▶ _PROBLEM REQUIREMENTS_
List all the lines in these records that hold "data".

▶ _SUPPLIED MATERIAL_
★ ★ ★ ★ ★ ★ ★

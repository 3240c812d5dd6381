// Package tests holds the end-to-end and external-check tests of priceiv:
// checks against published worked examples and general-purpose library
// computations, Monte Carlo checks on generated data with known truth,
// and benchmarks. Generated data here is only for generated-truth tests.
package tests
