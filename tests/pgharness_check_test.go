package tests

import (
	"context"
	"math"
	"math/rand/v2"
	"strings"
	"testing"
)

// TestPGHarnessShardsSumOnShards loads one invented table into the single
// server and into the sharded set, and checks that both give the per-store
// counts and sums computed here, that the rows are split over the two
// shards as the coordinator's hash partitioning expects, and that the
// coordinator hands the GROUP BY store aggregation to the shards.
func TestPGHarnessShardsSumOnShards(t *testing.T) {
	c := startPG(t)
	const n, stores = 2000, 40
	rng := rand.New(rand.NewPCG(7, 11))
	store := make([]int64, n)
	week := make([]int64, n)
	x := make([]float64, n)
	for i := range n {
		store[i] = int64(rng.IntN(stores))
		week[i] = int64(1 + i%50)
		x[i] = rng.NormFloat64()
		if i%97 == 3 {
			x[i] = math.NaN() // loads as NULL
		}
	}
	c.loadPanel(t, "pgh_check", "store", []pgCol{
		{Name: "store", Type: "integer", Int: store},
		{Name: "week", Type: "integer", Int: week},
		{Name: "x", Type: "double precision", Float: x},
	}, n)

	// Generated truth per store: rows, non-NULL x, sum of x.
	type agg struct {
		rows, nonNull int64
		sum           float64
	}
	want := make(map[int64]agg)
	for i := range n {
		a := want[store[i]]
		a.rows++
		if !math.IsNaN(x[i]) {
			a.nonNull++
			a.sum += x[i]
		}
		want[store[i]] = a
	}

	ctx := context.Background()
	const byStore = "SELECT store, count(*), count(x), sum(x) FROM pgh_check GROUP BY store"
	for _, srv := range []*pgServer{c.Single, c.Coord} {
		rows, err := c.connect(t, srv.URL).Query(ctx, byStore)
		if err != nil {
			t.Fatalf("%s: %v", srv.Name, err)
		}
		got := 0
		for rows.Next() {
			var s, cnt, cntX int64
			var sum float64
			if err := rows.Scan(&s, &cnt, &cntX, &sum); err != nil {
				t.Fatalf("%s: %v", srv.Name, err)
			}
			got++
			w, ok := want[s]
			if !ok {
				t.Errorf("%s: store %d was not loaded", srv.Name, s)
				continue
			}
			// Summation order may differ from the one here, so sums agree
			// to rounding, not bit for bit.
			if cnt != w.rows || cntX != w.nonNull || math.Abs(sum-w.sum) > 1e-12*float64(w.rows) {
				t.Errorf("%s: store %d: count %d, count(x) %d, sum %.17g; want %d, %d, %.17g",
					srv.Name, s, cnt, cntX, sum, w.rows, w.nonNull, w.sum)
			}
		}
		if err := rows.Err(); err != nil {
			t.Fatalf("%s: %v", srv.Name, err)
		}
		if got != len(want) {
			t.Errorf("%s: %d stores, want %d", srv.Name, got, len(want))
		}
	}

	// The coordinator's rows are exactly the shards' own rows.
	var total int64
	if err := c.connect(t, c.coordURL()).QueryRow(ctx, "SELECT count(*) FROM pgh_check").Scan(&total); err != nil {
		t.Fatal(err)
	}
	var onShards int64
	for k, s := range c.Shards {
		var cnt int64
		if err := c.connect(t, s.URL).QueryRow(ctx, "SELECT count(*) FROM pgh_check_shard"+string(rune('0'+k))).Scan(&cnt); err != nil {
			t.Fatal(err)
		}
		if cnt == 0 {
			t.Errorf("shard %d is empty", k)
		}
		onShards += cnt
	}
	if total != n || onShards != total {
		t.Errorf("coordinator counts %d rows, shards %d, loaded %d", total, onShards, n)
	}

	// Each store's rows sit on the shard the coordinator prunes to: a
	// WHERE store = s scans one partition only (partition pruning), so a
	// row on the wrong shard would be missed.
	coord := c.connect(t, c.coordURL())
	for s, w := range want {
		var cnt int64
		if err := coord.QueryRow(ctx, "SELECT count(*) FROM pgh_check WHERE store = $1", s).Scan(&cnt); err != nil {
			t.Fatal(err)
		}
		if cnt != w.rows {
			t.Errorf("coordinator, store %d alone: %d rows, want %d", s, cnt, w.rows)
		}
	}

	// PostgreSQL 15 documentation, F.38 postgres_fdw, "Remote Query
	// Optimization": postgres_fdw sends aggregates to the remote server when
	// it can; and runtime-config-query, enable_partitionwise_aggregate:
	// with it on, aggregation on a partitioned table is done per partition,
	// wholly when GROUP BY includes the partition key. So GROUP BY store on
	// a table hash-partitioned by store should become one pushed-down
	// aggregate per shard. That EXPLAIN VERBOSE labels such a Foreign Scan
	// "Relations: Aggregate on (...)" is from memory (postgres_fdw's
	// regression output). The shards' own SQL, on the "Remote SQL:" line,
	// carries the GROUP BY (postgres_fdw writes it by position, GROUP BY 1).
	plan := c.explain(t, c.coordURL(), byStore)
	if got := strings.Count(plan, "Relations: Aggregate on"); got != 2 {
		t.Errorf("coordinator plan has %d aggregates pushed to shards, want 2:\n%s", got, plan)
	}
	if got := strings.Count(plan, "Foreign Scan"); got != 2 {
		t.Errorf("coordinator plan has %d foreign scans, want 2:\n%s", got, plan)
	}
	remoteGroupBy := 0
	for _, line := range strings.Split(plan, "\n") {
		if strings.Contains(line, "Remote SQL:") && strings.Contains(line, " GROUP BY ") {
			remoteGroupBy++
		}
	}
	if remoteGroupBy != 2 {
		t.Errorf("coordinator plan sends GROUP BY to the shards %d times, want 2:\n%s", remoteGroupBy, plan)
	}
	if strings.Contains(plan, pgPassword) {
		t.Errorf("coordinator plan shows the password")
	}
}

★ ★ ★ ★ ★ ★ ★

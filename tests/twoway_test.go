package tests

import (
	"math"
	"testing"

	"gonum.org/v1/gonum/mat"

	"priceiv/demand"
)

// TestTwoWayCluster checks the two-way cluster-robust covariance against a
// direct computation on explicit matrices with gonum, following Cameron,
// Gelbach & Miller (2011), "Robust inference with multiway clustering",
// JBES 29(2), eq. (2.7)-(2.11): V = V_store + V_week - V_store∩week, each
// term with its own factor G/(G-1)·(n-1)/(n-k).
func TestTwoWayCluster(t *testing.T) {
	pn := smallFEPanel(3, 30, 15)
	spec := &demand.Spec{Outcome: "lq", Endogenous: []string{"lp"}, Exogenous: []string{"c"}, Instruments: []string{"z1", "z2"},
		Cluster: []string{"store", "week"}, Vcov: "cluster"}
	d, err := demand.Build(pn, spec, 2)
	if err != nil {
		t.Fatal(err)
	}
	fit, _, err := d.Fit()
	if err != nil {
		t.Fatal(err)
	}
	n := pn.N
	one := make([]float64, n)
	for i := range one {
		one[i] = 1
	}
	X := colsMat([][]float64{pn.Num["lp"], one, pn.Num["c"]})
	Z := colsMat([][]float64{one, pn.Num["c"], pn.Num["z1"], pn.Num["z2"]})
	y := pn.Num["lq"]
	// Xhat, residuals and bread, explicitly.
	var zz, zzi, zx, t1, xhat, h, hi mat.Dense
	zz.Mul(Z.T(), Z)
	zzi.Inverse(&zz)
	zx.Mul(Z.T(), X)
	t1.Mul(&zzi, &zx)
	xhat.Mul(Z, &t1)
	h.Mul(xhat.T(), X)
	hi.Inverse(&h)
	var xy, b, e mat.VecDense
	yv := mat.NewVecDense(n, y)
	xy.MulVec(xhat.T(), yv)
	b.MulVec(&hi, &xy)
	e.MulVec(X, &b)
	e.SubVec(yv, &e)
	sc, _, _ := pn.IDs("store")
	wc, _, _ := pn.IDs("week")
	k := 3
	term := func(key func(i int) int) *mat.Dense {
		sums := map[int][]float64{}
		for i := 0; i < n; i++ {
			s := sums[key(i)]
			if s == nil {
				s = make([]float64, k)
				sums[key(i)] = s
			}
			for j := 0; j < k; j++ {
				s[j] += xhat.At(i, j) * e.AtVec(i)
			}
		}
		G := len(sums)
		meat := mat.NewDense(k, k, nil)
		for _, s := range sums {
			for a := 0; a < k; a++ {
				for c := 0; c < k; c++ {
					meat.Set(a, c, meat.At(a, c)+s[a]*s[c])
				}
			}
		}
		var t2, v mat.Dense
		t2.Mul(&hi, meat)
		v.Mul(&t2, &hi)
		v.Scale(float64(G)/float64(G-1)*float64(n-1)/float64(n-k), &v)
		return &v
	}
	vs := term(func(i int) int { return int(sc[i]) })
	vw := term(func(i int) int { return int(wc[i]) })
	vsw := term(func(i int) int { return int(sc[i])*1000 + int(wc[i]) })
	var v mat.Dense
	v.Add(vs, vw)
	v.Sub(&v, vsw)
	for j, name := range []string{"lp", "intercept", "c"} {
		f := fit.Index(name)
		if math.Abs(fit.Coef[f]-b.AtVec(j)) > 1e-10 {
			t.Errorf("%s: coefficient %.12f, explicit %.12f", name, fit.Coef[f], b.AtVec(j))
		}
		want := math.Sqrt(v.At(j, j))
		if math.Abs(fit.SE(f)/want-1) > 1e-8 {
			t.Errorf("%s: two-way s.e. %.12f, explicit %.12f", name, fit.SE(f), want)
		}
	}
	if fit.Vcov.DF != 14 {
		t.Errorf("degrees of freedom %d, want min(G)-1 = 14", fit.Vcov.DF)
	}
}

★ ★ ★ ★ ★ ★ ★

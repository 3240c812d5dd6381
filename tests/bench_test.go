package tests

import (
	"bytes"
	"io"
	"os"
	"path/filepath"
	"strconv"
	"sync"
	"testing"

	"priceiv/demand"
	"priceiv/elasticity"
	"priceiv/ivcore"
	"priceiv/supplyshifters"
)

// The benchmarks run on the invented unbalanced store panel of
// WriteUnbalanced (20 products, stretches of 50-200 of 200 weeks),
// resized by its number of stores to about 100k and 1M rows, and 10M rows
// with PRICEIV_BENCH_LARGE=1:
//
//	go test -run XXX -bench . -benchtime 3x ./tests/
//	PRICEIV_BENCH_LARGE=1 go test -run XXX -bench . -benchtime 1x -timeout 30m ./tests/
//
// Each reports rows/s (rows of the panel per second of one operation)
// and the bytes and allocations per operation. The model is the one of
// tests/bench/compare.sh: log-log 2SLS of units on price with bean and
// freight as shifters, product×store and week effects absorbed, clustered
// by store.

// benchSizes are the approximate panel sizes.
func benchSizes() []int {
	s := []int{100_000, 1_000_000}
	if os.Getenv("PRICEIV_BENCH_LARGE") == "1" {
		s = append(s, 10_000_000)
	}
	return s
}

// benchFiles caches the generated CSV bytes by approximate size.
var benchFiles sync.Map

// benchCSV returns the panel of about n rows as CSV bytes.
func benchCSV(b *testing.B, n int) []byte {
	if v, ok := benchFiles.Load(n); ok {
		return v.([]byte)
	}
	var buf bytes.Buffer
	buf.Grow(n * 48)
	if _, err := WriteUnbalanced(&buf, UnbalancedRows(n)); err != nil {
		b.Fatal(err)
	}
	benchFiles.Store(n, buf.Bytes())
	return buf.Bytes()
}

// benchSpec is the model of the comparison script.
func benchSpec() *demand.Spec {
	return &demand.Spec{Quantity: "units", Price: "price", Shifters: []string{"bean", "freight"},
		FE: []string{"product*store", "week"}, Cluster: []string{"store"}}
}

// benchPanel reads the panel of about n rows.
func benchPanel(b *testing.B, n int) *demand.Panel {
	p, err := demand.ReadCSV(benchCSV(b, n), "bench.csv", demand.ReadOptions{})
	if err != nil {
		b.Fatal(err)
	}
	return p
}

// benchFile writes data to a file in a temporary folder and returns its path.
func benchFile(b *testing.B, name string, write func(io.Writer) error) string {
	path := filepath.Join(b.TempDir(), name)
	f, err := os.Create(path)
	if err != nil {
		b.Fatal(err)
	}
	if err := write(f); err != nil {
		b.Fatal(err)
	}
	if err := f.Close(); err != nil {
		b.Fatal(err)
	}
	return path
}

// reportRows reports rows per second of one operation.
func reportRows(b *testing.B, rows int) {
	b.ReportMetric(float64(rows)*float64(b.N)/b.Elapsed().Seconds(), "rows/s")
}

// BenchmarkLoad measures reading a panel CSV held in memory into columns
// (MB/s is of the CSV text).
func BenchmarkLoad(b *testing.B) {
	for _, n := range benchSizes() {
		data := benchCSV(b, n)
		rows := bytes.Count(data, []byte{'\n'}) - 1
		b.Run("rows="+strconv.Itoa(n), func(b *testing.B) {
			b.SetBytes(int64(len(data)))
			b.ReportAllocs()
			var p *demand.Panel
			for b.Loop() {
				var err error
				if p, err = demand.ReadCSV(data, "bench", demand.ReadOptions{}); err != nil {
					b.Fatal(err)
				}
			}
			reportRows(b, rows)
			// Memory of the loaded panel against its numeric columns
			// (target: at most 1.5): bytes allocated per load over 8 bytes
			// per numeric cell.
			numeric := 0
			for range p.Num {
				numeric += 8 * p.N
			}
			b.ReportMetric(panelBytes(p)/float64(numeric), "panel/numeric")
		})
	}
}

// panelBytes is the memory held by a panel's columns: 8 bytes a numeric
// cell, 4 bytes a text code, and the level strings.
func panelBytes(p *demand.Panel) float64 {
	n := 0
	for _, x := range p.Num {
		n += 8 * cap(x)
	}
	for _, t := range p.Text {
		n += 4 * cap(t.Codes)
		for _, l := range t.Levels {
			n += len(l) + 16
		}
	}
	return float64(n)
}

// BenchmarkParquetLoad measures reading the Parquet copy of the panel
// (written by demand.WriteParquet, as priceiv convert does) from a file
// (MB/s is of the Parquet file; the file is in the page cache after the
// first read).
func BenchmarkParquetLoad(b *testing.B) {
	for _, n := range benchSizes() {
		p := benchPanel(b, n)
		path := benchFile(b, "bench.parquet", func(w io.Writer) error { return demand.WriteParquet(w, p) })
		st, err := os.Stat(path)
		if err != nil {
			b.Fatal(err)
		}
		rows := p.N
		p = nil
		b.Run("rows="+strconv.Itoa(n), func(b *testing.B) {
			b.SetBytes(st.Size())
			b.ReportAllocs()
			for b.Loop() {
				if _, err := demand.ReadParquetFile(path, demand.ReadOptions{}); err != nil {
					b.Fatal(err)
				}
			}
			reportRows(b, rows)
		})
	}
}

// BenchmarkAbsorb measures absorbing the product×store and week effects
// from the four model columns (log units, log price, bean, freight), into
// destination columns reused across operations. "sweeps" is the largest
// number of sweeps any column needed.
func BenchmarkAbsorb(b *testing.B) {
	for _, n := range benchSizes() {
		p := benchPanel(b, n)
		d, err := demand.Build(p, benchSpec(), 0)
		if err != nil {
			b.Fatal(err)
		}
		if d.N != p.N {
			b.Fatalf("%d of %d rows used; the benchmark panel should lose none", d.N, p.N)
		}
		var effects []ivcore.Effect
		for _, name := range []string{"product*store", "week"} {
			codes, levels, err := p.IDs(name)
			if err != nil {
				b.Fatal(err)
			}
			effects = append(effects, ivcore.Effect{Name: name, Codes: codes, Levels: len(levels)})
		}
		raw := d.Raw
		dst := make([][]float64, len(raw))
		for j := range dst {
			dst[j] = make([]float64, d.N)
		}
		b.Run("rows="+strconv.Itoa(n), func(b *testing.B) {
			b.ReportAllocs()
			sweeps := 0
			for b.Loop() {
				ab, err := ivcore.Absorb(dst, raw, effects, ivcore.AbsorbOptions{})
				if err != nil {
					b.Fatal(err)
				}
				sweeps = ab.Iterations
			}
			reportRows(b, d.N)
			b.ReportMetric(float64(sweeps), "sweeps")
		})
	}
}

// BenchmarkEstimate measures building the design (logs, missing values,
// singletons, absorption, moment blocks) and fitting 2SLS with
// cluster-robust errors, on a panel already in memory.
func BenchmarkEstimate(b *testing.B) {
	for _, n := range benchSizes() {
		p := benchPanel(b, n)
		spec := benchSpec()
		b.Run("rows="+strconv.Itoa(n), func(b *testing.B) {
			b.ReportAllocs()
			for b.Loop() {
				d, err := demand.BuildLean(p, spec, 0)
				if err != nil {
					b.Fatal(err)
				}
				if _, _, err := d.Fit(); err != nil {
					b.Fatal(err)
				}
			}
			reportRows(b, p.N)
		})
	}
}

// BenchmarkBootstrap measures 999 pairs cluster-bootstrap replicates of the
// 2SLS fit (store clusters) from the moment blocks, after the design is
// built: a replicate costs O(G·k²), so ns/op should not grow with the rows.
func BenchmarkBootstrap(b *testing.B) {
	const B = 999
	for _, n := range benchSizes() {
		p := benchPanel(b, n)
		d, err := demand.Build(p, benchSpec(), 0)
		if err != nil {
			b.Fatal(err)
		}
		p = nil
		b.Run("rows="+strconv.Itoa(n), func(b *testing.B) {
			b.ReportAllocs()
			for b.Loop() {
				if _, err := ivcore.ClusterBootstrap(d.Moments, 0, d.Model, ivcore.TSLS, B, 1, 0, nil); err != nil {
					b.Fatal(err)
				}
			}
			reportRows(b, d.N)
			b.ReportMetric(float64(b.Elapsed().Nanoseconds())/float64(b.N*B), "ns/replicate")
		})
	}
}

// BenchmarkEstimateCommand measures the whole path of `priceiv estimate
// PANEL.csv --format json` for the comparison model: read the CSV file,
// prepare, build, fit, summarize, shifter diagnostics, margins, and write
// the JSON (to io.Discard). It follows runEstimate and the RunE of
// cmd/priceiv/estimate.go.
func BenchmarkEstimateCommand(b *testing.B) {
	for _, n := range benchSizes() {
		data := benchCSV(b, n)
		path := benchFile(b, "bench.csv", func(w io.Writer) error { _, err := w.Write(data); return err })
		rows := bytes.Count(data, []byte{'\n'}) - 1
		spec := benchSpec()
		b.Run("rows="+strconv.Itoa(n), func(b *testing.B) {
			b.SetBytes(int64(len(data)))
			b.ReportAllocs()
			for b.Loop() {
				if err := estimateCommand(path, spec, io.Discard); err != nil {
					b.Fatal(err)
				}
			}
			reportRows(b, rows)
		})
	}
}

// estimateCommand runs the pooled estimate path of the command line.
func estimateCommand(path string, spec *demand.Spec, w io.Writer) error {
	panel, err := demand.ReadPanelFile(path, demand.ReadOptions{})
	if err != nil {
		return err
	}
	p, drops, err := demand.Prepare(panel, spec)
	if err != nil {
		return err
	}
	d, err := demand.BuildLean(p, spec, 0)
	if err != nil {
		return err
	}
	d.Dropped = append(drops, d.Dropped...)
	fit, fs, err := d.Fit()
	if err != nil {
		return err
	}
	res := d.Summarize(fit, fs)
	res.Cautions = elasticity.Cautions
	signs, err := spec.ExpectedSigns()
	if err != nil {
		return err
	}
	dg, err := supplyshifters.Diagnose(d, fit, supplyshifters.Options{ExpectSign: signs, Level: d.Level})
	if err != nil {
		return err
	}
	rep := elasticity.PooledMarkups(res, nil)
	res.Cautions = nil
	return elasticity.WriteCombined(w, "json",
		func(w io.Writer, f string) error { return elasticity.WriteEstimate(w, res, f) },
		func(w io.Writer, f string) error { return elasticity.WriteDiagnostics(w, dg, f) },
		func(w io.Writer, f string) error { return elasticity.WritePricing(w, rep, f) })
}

★ ★ ★ ★ ★ ★ ★

▶ _ANSWER TO THIS EXERCISE_
// computations, Monte Carlo checks on generated data with known truth,
// and benchmarks. Generated data here is only for generated-truth tests.
// benchFile writes data to a file in a temporary folder and returns its path.
		data := benchCSV(b, n)
		rows := bytes.Count(data, []byte{'\n'}) - 1
			b.SetBytes(int64(len(data)))
				if p, err = demand.ReadCSV(data, "bench", demand.ReadOptions{}); err != nil {
		data := benchCSV(b, n)
		path := benchFile(b, "bench.csv", func(w io.Writer) error { _, err := w.Write(data); return err })
		rows := bytes.Count(data, []byte{'\n'}) - 1
			b.SetBytes(int64(len(data)))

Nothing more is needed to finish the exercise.